Atara Biotherapeutics Inc. (NASDAQ:ATRA) has announced the presentation of results from the first part of its current Phase 1 ATA188 study in treating progressive forms of multiple sclerosis. ATA188 is the company’s allogeneic EBV-specific off-the-shelf T-cell immunotherapy.
ATA188 demonstrates sustained disability improvement in patients
Data from the study demonstrates that ATA188 was tolerated well in all the four-dose cohorts. Patients that attained sustained disability improvement (SDI) at a specific timepoint maintained it’s in all future timepoints with a higher percentage of patients showing sustained disability improvements with dose escalation. The data was presented in an e-poster at MSVirtual2020: 8th Joint ACTRIMS-ECTRIMS Meeting held between September 11 and 13, 2020.

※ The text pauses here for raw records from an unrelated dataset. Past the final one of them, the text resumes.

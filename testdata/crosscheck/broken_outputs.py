#!/usr/bin/python3
"""Lets an independent checker judge the outputs that the tests of decompose/verify break on purpose.

    broken_outputs.py --checkers DIR

The test TestBrokenOutputsAreFound writes every right and every broken output with its input, deck and anchor file; verify finds
each broken one there. Here audit.py, a script over gdspy, shapely and networkx that shares no code with the program, judges the same
files: it must pass the right ones and none of the broken ones (it fails them, or cannot read them), but for those that it cannot
see, which are named below with the reason.
"""
import argparse
import collections
import contextlib
import io
import json
import multiprocessing
import os
import subprocess
import sys
import tempfile

# What audit.py cannot see, by the words with which the test names the change, and why.
BLIND = {
    "other bytes behind the library": "it reads streams through gdspy, which stops at ENDLIB",
    "a piece without its property": "it does not compare the properties of the pieces of a figure that is cut",
}


def judge(folder):
    """What is in a folder, the exit status of audit.py on it, and the checks that failed or the line it refused with."""
    with open(os.path.join(folder, "what.txt")) as f:
        what = f.read().strip()
    import audit  # found where --checkers says
    arguments = ["audit.py", os.path.join(folder, "out.gds"), os.path.join(folder, "deck.toml"), "--drawn", os.path.join(folder, "in.gds")]
    if os.path.exists(os.path.join(folder, "anchors.toml")):
        arguments += ["--anchors", os.path.join(folder, "anchors.toml")]
    said, refused = io.StringIO(), io.StringIO()
    sys.argv = arguments
    with contextlib.redirect_stdout(said), contextlib.redirect_stderr(refused):
        try:
            status = audit.mc.guarded(audit.main)
        except SystemExit as e:
            status = e.code if isinstance(e.code, int) else 2
    try:
        return what, status, json.loads(said.getvalue())["failure_counts"]
    except ValueError:
        return what, status, (said.getvalue() + refused.getvalue()).strip()


def main():
    p = argparse.ArgumentParser(description=__doc__, formatter_class=argparse.RawDescriptionHelpFormatter)
    p.add_argument("--checkers", required=True, help="folder that holds audit.py")
    args = p.parse_args()
    with tempfile.TemporaryDirectory(prefix="maskpair-broken-") as folder:
        return judge_all(args.checkers, folder)


def judge_all(checkers, folder):
    root = os.path.join(os.path.dirname(os.path.abspath(__file__)), "..", "..")
    subprocess.run(["go", "test", "./decompose/verify", "-count=1", "-run", "TestBrokenOutputsAreFound", "-keep-broken", folder], cwd=root, check=True)

    sys.dont_write_bytecode = True
    sys.path.insert(0, checkers)
    names = sorted(os.listdir(folder))
    with multiprocessing.get_context("fork").Pool() as pool:
        verdicts = pool.map(judge, [os.path.join(folder, name) for name in names], chunksize=8)
    wrong, counts = [], collections.Counter()
    for name, (what, status, found) in zip(names, verdicts):
        layout, change = what.split(": ", 1)
        if change == "right":
            kind = "right, passed" if status == 0 else None
        elif status == 0:
            kind = "broken, not seen: %s (%s)" % (change, BLIND[change]) if change in BLIND else None
        else:
            kind = "broken, failed" if status == 1 else "broken, unreadable"
        if kind is None:
            wrong.append("%s: %s: %s: status %s: %s" % (name, layout, change, status, found))
        counts[kind or "wrongly judged"] += 1
    for line in wrong + ["%5d %s" % (n, kind) for kind, n in sorted(counts.items())]:
        print(line)
    if counts["broken, failed"] < 300:
        wrong.append("")
        print("only %d broken outputs were failed" % counts["broken, failed"])
    return 1 if wrong else 0


if __name__ == "__main__":
    sys.exit(main())
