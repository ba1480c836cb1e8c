#!/usr/bin/python3
"""Figures, shapes, near pairs and components of layouts, and what became of them on two masks.

In:  a list of {"Path", "Drawn": [[layer, datatype], ...], "Spacings": [database units, ...],
     "Output": path or "", "MaskA": [layer, datatype], "MaskB": [...]}; Output belongs to the first spacing.
Out: for each a list over the spacings of {"Figures", "Shapes", "NearPairs", "Components", "OddComponents",
     "Pairs": [[shape, shape], ...], "Unresolved", "Lost": figures that are not on exactly one mask in the output,
     "Torn": shapes on both masks, "AreaA", "AreaB": merged}.

All numbers are sums over the tops. Coordinates are whole database units; so the squared distance of Manhattan figures is
whole, and a distance that differs from a whole number s differs by more than 1/(2s+1). Where slanted edges take part, squared
distances are fractions whose denominators are squared lengths of edges: the difference is more than 1/(2s+1) of one such
denominator. NEAR is below that for edges of up to 113 units and spacings of up to 60, and above the errors of floating point.
"""
import collections
import gzip
import json
import os
import sys
import tempfile

import gdspy
import networkx
import numpy
from shapely.geometry import Polygon, box
from shapely.ops import unary_union
from shapely.strtree import STRtree
from shapely.validation import make_valid

NEAR = 1e-7


class Library:
    def __init__(self, path):
        name = path
        if path.endswith(".gz"):
            with gzip.open(path) as packed, tempfile.NamedTemporaryFile(suffix=".gds", delete=False) as plain:
                plain.write(packed.read())
                name = plain.name
        lib = gdspy.GdsLibrary(infile=name, units="import")
        if name != path:
            os.unlink(name)
        self.scale = lib.unit / lib.precision
        self.tops = {c.name: c.get_polygons(by_spec=True) for c in lib.top_level()}

    def rings(self, top, specs):
        out = []
        for spec in specs:
            for ring in self.tops.get(top, {}).get(tuple(spec), []):
                out.append(numpy.rint(ring * self.scale).astype(int))
        return out


def area(ring):
    """What an outline fills by the even-odd rule."""
    p = Polygon(ring)
    if p.is_valid:
        return p
    parts = make_valid(p)
    return unary_union([g for g in getattr(parts, "geoms", [parts]) if g.area > 0])


def canonical(ring):
    """The same tuple for the same outline, wherever it begins and whichever way it runs."""
    pts = [tuple(int(v) for v in p) for p in ring]
    ways = []
    for way in (pts, pts[::-1]):
        k = min(range(len(way)), key=lambda i: way[i:] + way[:i])
        ways.append(way[k:] + way[:k])
    return tuple(min(ways))


class Layout:
    """The figures of one top: shapes, and the distances of those nearer than reach."""

    def __init__(self, rings, reach):
        figures = [(r, area(r)) for r in rings]
        figures = [(r, g) for r, g in figures if g.area > 0]
        self.rings = [r for r, _ in figures]
        self.geoms = [g for _, g in figures]
        order = {id(g): i for i, g in enumerate(self.geoms)}
        touch, near = networkx.Graph(), []
        touch.add_nodes_from(range(len(self.geoms)))
        tree = STRtree(self.geoms) if self.geoms else None
        for i, g in enumerate(self.geoms):
            x1, y1, x2, y2 = g.bounds
            for other in tree.query(box(x1 - reach, y1 - reach, x2 + reach, y2 + reach)):
                j = order[id(other)]
                if j <= i:
                    continue
                d = g.distance(other)
                if d == 0:
                    touch.add_edge(i, j)
                elif d < reach - NEAR:
                    near.append((i, j, d))
        self.shape = {}
        self.shapes = 0
        for members in networkx.connected_components(touch):
            for i in members:
                self.shape[i] = self.shapes
            self.shapes += 1
        self.pairs = {}
        for i, j, d in near:
            key = tuple(sorted((self.shape[i], self.shape[j])))
            if key[0] != key[1]:
                self.pairs[key] = min(d, self.pairs.get(key, d))

    def near(self, spacing):
        return sorted(p for p, d in self.pairs.items() if d < spacing - NEAR)


def masks(layout, on_a, on_b):
    """Counter of lost or doubled figures, and the set of masks of each shape."""
    found = [collections.Counter(canonical(r) for r in on_a), collections.Counter(canonical(r) for r in on_b)]
    where = collections.defaultdict(list)
    for i, ring in enumerate(layout.rings):
        where[canonical(ring)].append(i)
    lost = 0
    sides = [set() for _ in range(layout.shapes)]
    for outline, figures in where.items():
        counts = [f.pop(outline, 0) for f in found]
        lost += abs(sum(counts) - len(figures))
        for mask, n in enumerate(counts):
            if n:
                # Equal outlines lie on each other, so they are one shape, and have one mask.
                sides[layout.shape[figures[0]]].add(mask)
    lost += sum(sum(f.values()) for f in found)
    return lost, sides


def judge(job):
    drawn = Library(job["Path"])
    output = Library(job["Output"]) if job["Output"] else None
    results = [collections.Counter() for _ in job["Spacings"]]
    pairs = [[] for _ in job["Spacings"]]
    base = 0
    for top in drawn.tops:
        layout = Layout(drawn.rings(top, job["Drawn"]), max(job["Spacings"]))
        for k, spacing in enumerate(job["Spacings"]):
            graph = networkx.Graph()
            graph.add_nodes_from(range(layout.shapes))
            graph.add_edges_from(layout.near(spacing))
            parts = [graph.subgraph(c) for c in networkx.connected_components(graph)]
            results[k].update(Figures=len(layout.rings), Shapes=layout.shapes, NearPairs=graph.number_of_edges(), Components=len(parts),
                              OddComponents=sum(not networkx.is_bipartite(c) for c in parts))
            pairs[k].extend([base + a, base + b] for a, b in layout.near(spacing))
        base += layout.shapes
        if output:
            on = [output.rings(top, [job["MaskA"]]), output.rings(top, [job["MaskB"]])]
            lost, sides = masks(layout, *on)
            results[0].update(Lost=lost, Torn=sum(len(s) != 1 for s in sides),
                              Unresolved=sum(bool(sides[a] & sides[b]) for a, b in layout.near(job["Spacings"][0])),
                              AreaA=unary_union([area(r) for r in on[0]]).area, AreaB=unary_union([area(r) for r in on[1]]).area)
    return [dict(r, Pairs=p) for r, p in zip(results, pairs)]


def main():
    json.dump([judge(job) for job in json.load(sys.stdin)], sys.stdout)


main()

Jakob Dupont, the company’s R&D Global Head, indicated that the results are said that it was encouraging to see patients that received ATA188 had received SDI at any timepoint continue maintaining it at future points. The patients also showed improvement in physical function and fatigue after 12 months. He added that the results and ATA188’s favorable safety profile highlight its potential for patients having progressive multiple sclerosis. Dupont stated that it reinforces the company’s excitement on advancing the placebo-controlled randomized part of the study currently enrolling participants.
Atara currently enrolling patients for Phase 1b
The open-label Phase 1a multicentre ATA188 study was designed to establish tolerability and safety in patients having multiple sclerosis. It was also meant for selecting the recommended dose for the Phase 1b placebo-controlled randomized study that is enrolling participants currently. Patients in Phase 1a study received ATA188 in four dose escalation groups with six participants in Cohort 1-3 and seven in cohort 4. Results showed that all the study participants showed SDI at 6 months and maintained the SDI through 12 months.
The open-label extension (OLE) data with redosing at 12 months showed that those patients that had demonstrated SDI at 12 months continue to show SDI at 15 months. Also, a patient evaluated at 18 months showed SDI maintenance at the time with a fourth patient attaining SDI at 24 months.